■ INSTRUCTIONS FOR THE TASK
Every line of the material below in which "atol" shows up is to be located and copied.

.....

"""Mode groups: size and power of the gap test, and its values on the El Nino series."""

from __future__ import annotations

import numpy as np
import pytest
from statsmodels.datasets import elnino

from streaming.groups import critical_value, find_groups, gap_statistics
from streaming.modal import ModalMoments, modal_moments
from tests.streaming.direct_moments import moments_of


def modal_of(snapshots: np.ndarray, n_blocks: int) -> ModalMoments:
    moments = moments_of(snapshots, n_blocks)
    return modal_moments(moments, moments.rank)


def test_values_on_the_sea_surface_temperatures() -> None:
    """Windows of 24 months of `statsmodels.datasets.elnino`: an annual pair that stays one group.

    F values of the gaps 1-2, 2-3 and 3-4 computed apart from this project with plain numpy.
    """
    table = elnino.load_pandas().data
    months = table.drop(columns="YEAR").to_numpy(dtype=np.float64).ravel()
    windows = np.lib.stride_tricks.sliding_window_view(months, 24)[:708]
    modal = modal_of(windows, 12)
    np.testing.assert_allclose(gap_statistics(modal, 1)[:3], [1.4449, 81.04, 2.2964], rtol=2e-3)
    assert critical_value(12, 1, 0.95) == pytest.approx(3.4434, abs=1e-4)
    assert find_groups(modal, 2).groups[0] == (0, 2)


@pytest.mark.parametrize("n_blocks", [16, 32, 60])
def test_an_equal_pair_is_seldom_separated(n_blocks: int) -> None:
    """Equal energies: 5 % of records separate them; the gap above its standard error alone does so in 78 %.

    The latter is exp(-1/4) for the Rayleigh distributed gap (derived from Anderson 1963).
    """
    rng = np.random.default_rng(3)
    separated, beyond_north = 0, 0
    for _ in range(300):
        modal = modal_of(rng.standard_normal((40 * n_blocks, 3)) * [2.0, 2.0, 0.5], n_blocks)
        separated += find_groups(modal, 1).groups[0] == (0, 1)
        first, second = modal.eigenvalues[:2]
        beyond_north += first - second > first * np.sqrt(2.0 / (40 * n_blocks))
    assert separated / 300 < 0.09
    assert 0.70 < beyond_north / 300 < 0.86


def test_different_energies_are_separated() -> None:
    rng = np.random.default_rng(4)
    modal = modal_of(rng.standard_normal((6400, 4)) * [2.0, 1.7, 1.0, 0.5], 32)
    assert find_groups(modal, 3).groups == ((0, 1), (1, 2), (2, 3))


def test_the_group_of_the_last_wanted_mode_is_taken_whole() -> None:
    rng = np.random.default_rng(5)
    modal = modal_of(rng.standard_normal((6400, 5)) * [3.0, 1.5, 1.5, 0.7, 0.3], 32)
    found = find_groups(modal, 2)
    assert found.groups == ((0, 1), (1, 3))
    assert found.open_start is None


def test_a_group_that_does_not_close_says_where_it_begins() -> None:
    rng = np.random.default_rng(6)
    modal = modal_of(rng.standard_normal((6400, 6)) * [3.0, 2.0, 1.0, 1.0, 1.0, 1.0], 32)
    found = find_groups(modal, 4)
    assert found.open_start == 2
    assert found.separable == (1, 2)


def test_a_record_of_four_directions_closes_at_the_fourth() -> None:
    """Two travelling waves and nothing else: two pairs, whatever number of modes was asked for."""
    t, x = np.arange(3200)[:, None], 2.0 * np.pi * np.arange(40) / 40
    rows = np.cos(3 * x - 0.37 * t) + 0.5 * np.cos(5 * x - 0.91 * t)
    moments = moments_of(rows, 32, rank=4)
    for n_modes in (3, 4, 6):
        found = find_groups(modal_moments(moments, 4, 40), n_modes)
        assert (found.groups, found.open_start) == (((0, 2), (2, 4)), None)
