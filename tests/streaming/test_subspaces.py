"""Principal angles against scipy and against a rotation of known angle."""

from __future__ import annotations

import numpy as np
import pytest
from scipy.linalg import subspace_angles

from streaming.subspaces import principal_angles_deg


def test_agrees_with_scipy_however_the_rows_are_cut() -> None:
    rng = np.random.default_rng(5)
    first, second = rng.standard_normal((2, 4, 90))
    weights = rng.uniform(0.1, 3.0, 90)
    root = np.sqrt(weights)
    expected = np.degrees(np.sort(subspace_angles((first * root).T, (second * root).T)))
    pieces = [(first[:, cut], second[:, cut], weights[cut]) for cut in (slice(0, 17), slice(17, 64), slice(64, 90))]
    np.testing.assert_allclose(principal_angles_deg(pieces), expected, atol=1e-9)


def test_a_pair_turned_by_a_known_angle() -> None:
    """(e1, e2) against (e2, cos e1 + sin e3): one common direction, and the turn (closed form)."""
    turn = np.radians(25.0)
    first = np.eye(4)[:2]
    second = np.stack([np.eye(4)[1], np.cos(turn) * np.eye(4)[0] + np.sin(turn) * np.eye(4)[2]])
    np.testing.assert_allclose(principal_angles_deg([(first, second, np.ones(4))]), [0.0, 25.0], atol=1e-6)


def test_sets_of_lower_rank_are_refused() -> None:
    rows = np.ones((2, 9))
    with pytest.raises(np.linalg.LinAlgError):
        principal_angles_deg([(rows, rows, np.ones(9))])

.....

■ RESPONSE AREA
    np.testing.assert_allclose(principal_angles_deg(pieces), expected, atol=1e-9)
    np.testing.assert_allclose(principal_angles_deg([(first, second, np.ones(4))]), [0.0, 25.0], atol=1e-6)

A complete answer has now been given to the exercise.